Dataset entries
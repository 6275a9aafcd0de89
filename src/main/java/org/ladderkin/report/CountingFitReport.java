package org.ladderkin.report;

import java.util.ArrayList;
import java.util.List;
import java.util.Locale;
import java.util.Objects;
import org.ladderkin.fit.Dataset;
import org.ladderkin.fit.ParameterEstimate;
import org.ladderkin.fit.ParameterNaming;
import org.ladderkin.fit.Trace;
import org.ladderkin.fit.counting.CountHistogram;
import org.ladderkin.fit.counting.CountModel;
import org.ladderkin.fit.counting.CountingFit;
import org.ladderkin.fit.counting.InstrumentResponse;
import org.ladderkin.fit.counting.LikelihoodResult;
import org.ladderkin.fit.counting.PoissonDeviance;
import org.ladderkin.units.Rounded;

/**
 * The HTML report of a photon-counting fit ({@code fit --counts}): the histograms with the model on a log-count axis,
 * their deviance residuals, the parameter table with observed-information errors (and profile intervals when asked),
 * the Poisson deviance with its degrees of freedom and goodness of fit; for a joint fit also the TA traces with their
 * fit, and which parameters the two data sets share.
 */
public final class CountingFitReport {

    /** Keys only the histograms use: the response's width and shift have no meaning for a TA trace. */
    private static final List<String> HISTOGRAM_ONLY = List.of(InstrumentResponse.FWHM, CountModel.SHIFT);

    private CountingFitReport() {
    }

    /**
     * What the report shows.
     *
     * @param sourceFiles the files read, as the user named them
     * @param histograms  the fitted histograms, in the result's part order
     * @param ta          the TA traces fitted with them, or null; their parts follow the histograms'
     * @param result      the fit
     * @param notes       one line each on the response, the pile-up correction and the like
     */
    public record Input(List<String> sourceFiles, List<CountHistogram> histograms, Dataset ta, LikelihoodResult result,
                        List<String> notes) {
        public Input {
            sourceFiles = List.copyOf(sourceFiles);
            histograms = List.copyOf(histograms);
            Objects.requireNonNull(result, "result");
            notes = List.copyOf(notes);
            if (histograms.isEmpty()) {
                throw new IllegalArgumentException("a counting report needs at least one histogram");
            }
        }

        boolean joint() {
            return ta != null && ta.size() > 0;
        }
    }

    public static String html(Input in) {
        LikelihoodResult r = in.result();
        HtmlPage page = new HtmlPage(in.joint() ? "Joint fit of TA traces and photon-counting histograms"
                : "Photon-counting fit (Poisson likelihood)");
        page.paragraph("Data: " + String.join(", ", in.sourceFiles()) + " — " + in.histograms().size() + " histograms"
                + (in.joint() ? " and " + in.ta().size() + " TA traces" : "") + ", fitted with the exciton ladder's emission "
                + "convolved with the instrument response.");
        for (String note : in.notes()) {
            page.paragraph(note);
        }
        page.paragraph("Status: " + r.status().name().toLowerCase(Locale.ROOT).replace('_', ' ')
                + (r.message().isEmpty() ? "" : " — " + r.message()));
        if (!r.ok()) {
            return page.render();
        }
        page.heading(2, "Shared parameters");
        List<String> header = new ArrayList<>(List.of("parameter", "value", "standard error", "68% profile interval"));
        if (in.joint()) {
            header.add("used by");
        }
        List<List<String>> rows = new ArrayList<>();
        List<String> both = new ArrayList<>();
        for (ParameterEstimate e : r.estimates()) {
            if (!e.shared()) {
                continue;
            }
            Shown s = shown(e.key());
            String profile = r.profile(e.key()).map(p -> num(p.lower() * s.factor()) + (p.lowerOpen() ? " (open)" : "")
                    + " … " + num(p.upper() * s.factor()) + (p.upperOpen() ? " (open)" : "")).orElse("");
            List<String> row = new ArrayList<>(List.of(s.label(),
                    e.fixed() ? num(e.value() * s.factor()) : Rounded.value(e.value() * s.factor(), e.stdError() * s.factor()),
                    e.fixed() ? "fixed" : Rounded.error(e.stdError() * s.factor()), profile));
            if (in.joint()) {
                boolean shared = !HISTOGRAM_ONLY.contains(e.key());
                row.add(shared ? "TA and histograms" : "histograms only");
                if (shared && !e.fixed()) {
                    both.add(s.label());
                }
            }
            rows.add(row);
        }
        page.table(header, rows);
        page.paragraph("Standard errors from the observed information (the curvature of −2 ln L at the optimum)"
                + (r.profiles().isEmpty() ? "." : "; profile intervals where −2 ln L rises by one."));
        if (in.joint()) {
            page.paragraph("Shared by both data sets: " + (both.isEmpty() ? "none freed" : String.join(", ", both))
                    + ". Each histogram has its own amplitude and background, each TA trace its own amplitude and baseline "
                    + "(solved at each step).");
        }
        page.heading(2, "Goodness of fit");
        page.paragraph(String.format(Locale.ROOT, "Poisson deviance %s over %d bins; %d degrees of freedom (%d points, %d free "
                + "parameters); goodness of fit P = %s (the chance of a deviance at least this large if the model were right).",
                num(r.poissonDeviance()), r.countBins(), r.degreesOfFreedom(), r.points(), r.freeParameters(),
                num(r.goodnessOfFit())));
        if (in.joint()) {
            page.paragraph(String.format(Locale.ROOT, "TA traces: χ² %s over %d points (weighted by their uncertainties, or "
                    + "by their point-to-point scatter where none were given).", num(r.chiSquare()), r.points() - r.countBins()));
        }
        page.heading(2, "Histograms");
        List<List<String>> hRows = new ArrayList<>();
        double scale = r.find(CountingFit.SCALE, -1).map(ParameterEstimate::value).orElse(Double.NaN);
        for (int i = 0; i < in.histograms().size(); i++) {
            CountHistogram h = in.histograms().get(i);
            int part = i;
            hRows.add(List.of(h.label(), num(h.excitation() * 1e-4), num(scale * h.excitation()),
                    r.find("amplitude", part).map(e -> withError(e)).orElse("—"),
                    r.find("background", part).map(e -> withError(e)).orElse("—"),
                    num(PoissonDeviance.of(h.counts(), r.fitted().get(i))), String.valueOf(h.bins())));
        }
        page.table(List.of("histogram", "photon fluence (photons/cm²)", "⟨N⟩ (fit)", "amplitude", "background (counts/bin)",
                "deviance", "bins"), hRows);
        page.charts(List.of(histogramChart(in), devianceResiduals(in)), 760, 420);
        if (in.joint()) {
            page.heading(2, "TA traces");
            page.charts(List.of(taChart(in, false), taChart(in, true)), 760, 420);
        }
        return page.render();
    }

    /** Counts and model per histogram on a log-count axis against the bin centre. */
    static ChartSpec histogramChart(Input in) {
        List<ChartSpec.Series> series = new ArrayList<>();
        int[] colour = histogramColours(in);
        for (int i = 0; i < in.histograms().size(); i++) {
            CountHistogram h = in.histograms().get(i);
            double[] x = centresNs(h);
            series.add(ChartSpec.Series.points(h.label(), x, h.counts()).colour(colour[i]));
            series.add(ChartSpec.Series.line(h.label() + " (fit)", x, in.result().fitted().get(i)).colour(colour[i]).unlisted());
        }
        return new ChartSpec("Histograms and fit", "time (ns)", "counts per bin", false, true, series, ChartSpec.Palette.SEQUENTIAL);
    }

    /** sign(n − μ)·√(deviance term) per bin: their squares sum to the deviance, and low counts are not overweighted. */
    static ChartSpec devianceResiduals(Input in) {
        List<ChartSpec.Series> series = new ArrayList<>();
        int[] colour = histogramColours(in);
        for (int i = 0; i < in.histograms().size(); i++) {
            CountHistogram h = in.histograms().get(i);
            double[] n = h.counts();
            double[] mu = in.result().fitted().get(i);
            double[] d = new double[n.length];
            for (int b = 0; b < d.length; b++) {
                d[b] = PoissonDeviance.residual(n[b], mu[b]);
            }
            series.add(ChartSpec.Series.line(h.label(), centresNs(h), d).colour(colour[i]));
        }
        return new ChartSpec("Deviance residuals", "time (ns)", "deviance residual", false, false, series,
                ChartSpec.Palette.SEQUENTIAL);
    }

    /** The TA traces with their fit (or data − fit) on a log delay axis, delays after zero only. */
    static ChartSpec taChart(Input in, boolean residual) {
        List<ChartSpec.Series> series = new ArrayList<>();
        int first = in.histograms().size();
        for (int i = 0; i < in.ta().size(); i++) {
            Trace t = in.ta().traces().get(i);
            double[] f = in.result().fitted().get(first + i);
            List<double[]> kept = new ArrayList<>();
            double[] d = t.delaysS();
            double[] y = t.signal();
            int used = 0; // fitted values are listed for the points present
            for (int m = 0; m < d.length; m++) {
                if (Double.isNaN(y[m])) {
                    continue;
                }
                if (d[m] > 0) {
                    kept.add(new double[] {d[m] * 1e12, y[m] * ChartSpec.BLEACH_AXIS_PER_OD,
                        f[used] * ChartSpec.BLEACH_AXIS_PER_OD});
                }
                used++;
            }
            double[] x = FitReport.column(kept, 0);
            double[] data = FitReport.column(kept, 1);
            double[] fit = FitReport.column(kept, 2);
            if (residual) {
                double[] res = new double[x.length];
                for (int k = 0; k < res.length; k++) {
                    res[k] = data[k] - fit[k];
                }
                series.add(ChartSpec.Series.line(t.label(), x, res).colour(i));
            } else {
                series.add(ChartSpec.Series.points(t.label(), x, data).colour(i));
                series.add(ChartSpec.Series.line(t.label() + " (fit)", x, fit).colour(i).unlisted());
            }
        }
        return new ChartSpec(residual ? "TA residuals (data − fit)" : "TA traces and fit", "delay (ps)",
                residual ? "residual of −ΔA (mOD)" : ChartSpec.BLEACH_AXIS, true, false, series, ChartSpec.Palette.SEQUENTIAL);
    }

    private static int[] histogramColours(Input in) {
        return ChartSpec.ranks(in.histograms().stream().mapToDouble(CountHistogram::excitation).toArray());
    }

    private static double[] centresNs(CountHistogram h) {
        double[] x = new double[h.bins()];
        for (int b = 0; b < x.length; b++) {
            x[b] = h.centreS(b) * 1e9;
        }
        return x;
    }

    private record Shown(String label, double factor) {
    }

    /** The response's own keys are shown in ps here; the naming table serves the ladder's. */
    private static Shown shown(String key) {
        if (key.equals(InstrumentResponse.FWHM)) {
            return new Shown("IRF FWHM (ps)", 1e12);
        }
        if (key.equals(CountModel.SHIFT)) {
            return new Shown("IRF shift (ps)", 1e12);
        }
        return new Shown(ParameterNaming.label(key).withUnit(), ParameterNaming.trade(key).factor());
    }

    private static String withError(ParameterEstimate e) {
        return e.fixed() ? num(e.value()) + " (fixed)" : Rounded.pm(e.value(), e.stdError());
    }

    private static String num(double v) {
        return Double.isFinite(v) ? String.format(Locale.ROOT, "%.4g", v) : "unavailable";
    }
}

WORK REQUIRED
Write down exactly the span of lines above from the one containing "import org.ladderkin.fit.Dataset;" to the one containing "public final class", both ends included.

ANSWER FOR THIS EXERCISE
import org.ladderkin.fit.Dataset;
import org.ladderkin.fit.ParameterEstimate;
import org.ladderkin.fit.ParameterNaming;
import org.ladderkin.fit.Trace;
import org.ladderkin.fit.counting.CountHistogram;
import org.ladderkin.fit.counting.CountModel;
import org.ladderkin.fit.counting.CountingFit;
import org.ladderkin.fit.counting.InstrumentResponse;
import org.ladderkin.fit.counting.LikelihoodResult;
import org.ladderkin.fit.counting.PoissonDeviance;
import org.ladderkin.units.Rounded;

/**
 * The HTML report of a photon-counting fit ({@code fit --counts}): the histograms with the model on a log-count axis,
 * their deviance residuals, the parameter table with observed-information errors (and profile intervals when asked),
 * the Poisson deviance with its degrees of freedom and goodness of fit; for a joint fit also the TA traces with their
 * fit, and which parameters the two data sets share.
 */
public final class CountingFitReport {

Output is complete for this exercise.